As of 2021, the bridge is in active rail service, operated by the Walkersville Southern RR.

== History ==

=== Construction ===

====Bollman Iron Bridge====
The original plan for the railroad called for it to cross the Monocacy River below Tuscarora Creek and therefore, no bridge was located by Gitt in 1867. The finalized location for the railroad called for a bridge over Tuscarora Creek approximately 300 feet south of the Monocacy River crossing for the road.
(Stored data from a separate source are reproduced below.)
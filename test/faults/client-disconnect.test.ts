/**
 * A client that disconnects mid-render, over a real socket on 127.0.0.1. The render is shared
 * work (single-flight): it is stopped at its next stage boundary when no one waits for it any
 * more, and finishes into the cache while another caller still waits. Either way it releases
 * its memory and leaves no flight behind. Synchronised on events (the task reaching the pool,
 * the server seeing the socket close), never on sleeps.
 */
import http from 'node:http';
import type { AddressInfo } from 'node:net';
import { afterAll, beforeAll, describe, expect, it } from 'vitest';
import type { SingleFlight } from '../../src/lib/single-flight.js';
import type { CacheEntry } from '../../src/cache/types.js';
import { build, type TestApp } from '../helpers/build.js';
import { at, pixels, writePng } from '../helpers/images.js';
import { PoolTap, until } from './pool-tap.js';

let t: TestApp;
const tap = new PoolTap();
let port = 0;
let serverClosedSockets = 0;

beforeAll(async () => {
  t = await build({ poolRunner: tap.runner });
  await writePng(t.sourceDir, 'flat.png', 48, 32, 3, () => [60, 120, 180]);
  await t.app.listen({ port: 0, host: '127.0.0.1' });
  port = (t.app.server.address() as AddressInfo).port;
  t.app.server.on('connection', (s) => s.on('close', () => serverClosedSockets++));
});
afterAll(() => t.close());

describe('a client disconnects mid-render', () => {
  function connect(url: string) {
    const req = http.request({ host: '127.0.0.1', port, path: url, agent: false });
    req.on('error', () => undefined); // the abort below surfaces here; expected
    req.end();
    return req;
  }

  it('alone, its render is aborted: nothing is cached, the memory and the flight are released', async () => {
    const held = tap.holdNext();
    const url = '/v1/renditions/flat.png?width=24&format=png';
    const req = connect(url);
    await held.reachedPool;
    const closedBefore = serverClosedSockets;
    req.destroy();
    await until(() => serverClosedSockets > closedBefore);
    held.release();
    const flight = t.app.renditionCache.flight as SingleFlight<CacheEntry>;
    await until(() => t.app.renderPool.memory().admittedBytes === 0 && flight.size === 0);
    expect(t.app.renderPool.inFlight).toBe(0);

    const again = await t.app.inject({ url });
    expect(again.statusCode).toBe(200);
    // Aborted, so rendered anew: the first render was not finished into the cache.
    expect(again.headers['server-timing']).toMatch(/miss/);
    expect(at(await pixels(again.rawPayload), 2, 2)).toEqual([60, 120, 180]);
  });

  it('while another caller waits, the render completes into the cache for it', async () => {
    const held = tap.holdNext();
    const url = '/v1/renditions/flat.png?width=20&format=png';
    const flight = t.app.renditionCache.flight as SingleFlight<CacheEntry>;
    const leaving = connect(url);
    await held.reachedPool;
    const joined = new Promise<void>((r) => t.app.renditionCache.events.once('join', () => r()));
    const staying = t.app.inject({ url });
    await joined;
    const closedBefore = serverClosedSockets;
    leaving.destroy();
    await until(() => serverClosedSockets > closedBefore);
    held.release();
    const res = await staying;
    expect(res.statusCode).toBe(200);
    expect(at(await pixels(res.rawPayload), 2, 2)).toEqual([60, 120, 180]);
    await until(() => t.app.renderPool.memory().admittedBytes === 0 && flight.size === 0);
    const again = await t.app.inject({ url });
    expect(again.headers['server-timing']).toMatch(/hit/);
  });

  it('keeps serving other clients afterwards', async () => {
    const res = await t.app.inject({ url: '/v1/renditions/flat.png?width=12&format=png' });
    expect(res.statusCode).toBe(200);
    expect(res.headers['server-timing']).toMatch(/miss/);
  });
});
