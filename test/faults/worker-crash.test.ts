/**
 * A render worker that dies mid-task: the request gets a clean 500 problem+json
 * (ERR_RENDER_FAILED, no stack), nothing is cached, no render slot leaks, and the pool
 * replaces the thread so the next request renders correctly.
 */
import { fileURLToPath } from 'node:url';
import { afterAll, beforeAll, describe, expect, it } from 'vitest';
import type { ResampleTask } from '../../src/pool/worker.js';
import { build, type TestApp } from '../helpers/build.js';
import { at, pixels, writePng } from '../helpers/images.js';
import { memoryEntries } from '../security/cache-probe.js';
import { PoolTap, until } from './pool-tap.js';

const crashModule = fileURLToPath(new URL('./crash-worker.ts', import.meta.url));
const hangModule = fileURLToPath(new URL('./hang-worker.ts', import.meta.url));
let t: TestApp;
const tap = new PoolTap();

const entries = () => memoryEntries(t.app);

async function expectCleanFailure(url: string): Promise<void> {
  const before = entries();
  const res = await t.app.inject({ url });
  expect(res.statusCode).toBe(500);
  expect(res.headers['content-type']).toMatch(/^application\/problem\+json/);
  expect(res.json()).toMatchObject({ status: 500, code: 'ERR_RENDER_FAILED' });
  expect(res.body).not.toMatch(/\n\s+at |injected|process\.exit/);
  expect(entries()).toBe(before);
  await until(() => t.app.renderPool.inFlight === 0);
}

async function expectRecovered(width: number): Promise<void> {
  const res = await t.app.inject({ url: `/v1/renditions/flat.png?width=${width}&format=png` });
  expect(res.statusCode).toBe(200);
  const img = await pixels(res.rawPayload);
  // A flat field stays flat under any normalised resampler (CHECKS.md invariant).
  expect(at(img, 1, 1)).toEqual([90, 140, 200]);
  expect(tap.workers().length).toBeGreaterThanOrEqual(1);
}

beforeAll(async () => {
  t = await build({ poolRunner: tap.runner });
  await writePng(t.sourceDir, 'flat.png', 48, 32, 3, () => [90, 140, 200]);
});
afterAll(() => t.close());

describe('a render worker crashes', () => {
  it('killed from outside while running a task (as by a fatal native error)', async () => {
    // The task never finishes by itself (a fast machine could finish a real one before the
    // kill lands): only the thread's death ends it.
    tap.nextRun((original, task, options) => {
      const running = original(task, { ...options, filename: hangModule });
      for (const w of tap.workers()) void w.terminate();
      return running;
    });
    await expectCleanFailure('/v1/renditions/flat.png?width=24&format=png');
    await expectRecovered(24);
  });

  it('exits from inside the thread (process.exit in a worker)', async () => {
    tap.nextRun((original, task, options) => original({ ...task, mode: 'exit' } as ResampleTask, { ...options, filename: crashModule }));
    await expectCleanFailure('/v1/renditions/flat.png?width=20&format=png');
    await expectRecovered(20);
  });

  it('throws an uncaught exception outside the task', async () => {
    tap.nextRun((original, task, options) =>
      original({ ...task, mode: 'throw-later' } as ResampleTask, { ...options, filename: crashModule }),
    );
    await expectCleanFailure('/v1/renditions/flat.png?width=16&format=png');
    await expectRecovered(16);
  });

  it('the process is still healthy', async () => {
    expect((await t.app.inject({ url: '/healthz' })).statusCode).toBe(200);
  });
});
Like the other bridges on the road, the Tuscarora Creek bridge was to be a "Bollman suspension truss" with a creek span of 63 feet, 10 feet above the water. In 1872, Bollman's firm, Patapsco Bridge and Iron Works completed the bridge.

====Pennsylvania Railroad Rebuilds====
The ICC survey work papers (Note: ICC work papers from the 1915 field survey were dated June 13, 1916, for bridge 65.35, page 9. These work papers also list the dimensions of the girder members dates of reconstruction and sources of material if the bridges were from another bridge.
 Original from National Archives at College Park, MD: NACP, record group 134, stack area 570, row 43, compartment 30, shelf 02, accessed March 2013.) indicate one rebuild after the 1872 construction but before the 1915 inspection:
The Bollman iron truss span for Monocacy was replaced by the Pennsylvania Railroad in 1907 but the masonry abutments were left in place.
Pennsylvania replaced the Bollman truss with a 63.5 ft single-span, steel, through-girder bridge. The 1915 ICC inspection reports indicate that the steel girders at that time were 3/8's of an inch in thickness and 50 in deep. This 1907 replacement did not use new materials but instead, bridge 65.35 had been previously used by the Northern Central RR, or NCR as NCR bridge #33 built in 1882.
Subsequent to this ICC survey, Pennsylvania replaced the NCR bridge with a second thru girder bridge using 76+1/2 in deep x 5/8 in thick web side girders and a 12 in thick concrete deck. This probably occurred at the same time as the Monocacy River rebuild in 1927.
No later rebuild by PRR was made after 1927 and before 1982 when the bridge was conveyed to the State of Maryland..

====United States Railway Administration (USRA) Rebuild====
There is no evidence of a rebuild by the USRA.

====State Railroad Administration (SRA 1982-1989)====
Subsequent to the conveyance of the railroad from Conrail to the State of Maryland in 1982, State Railroad Administration developed a Maryland State Rail Plan.
The plan called for no action on the Tuscarora Creek bridge. Currently, the Maryland Dept. of Transportation owns the bridge.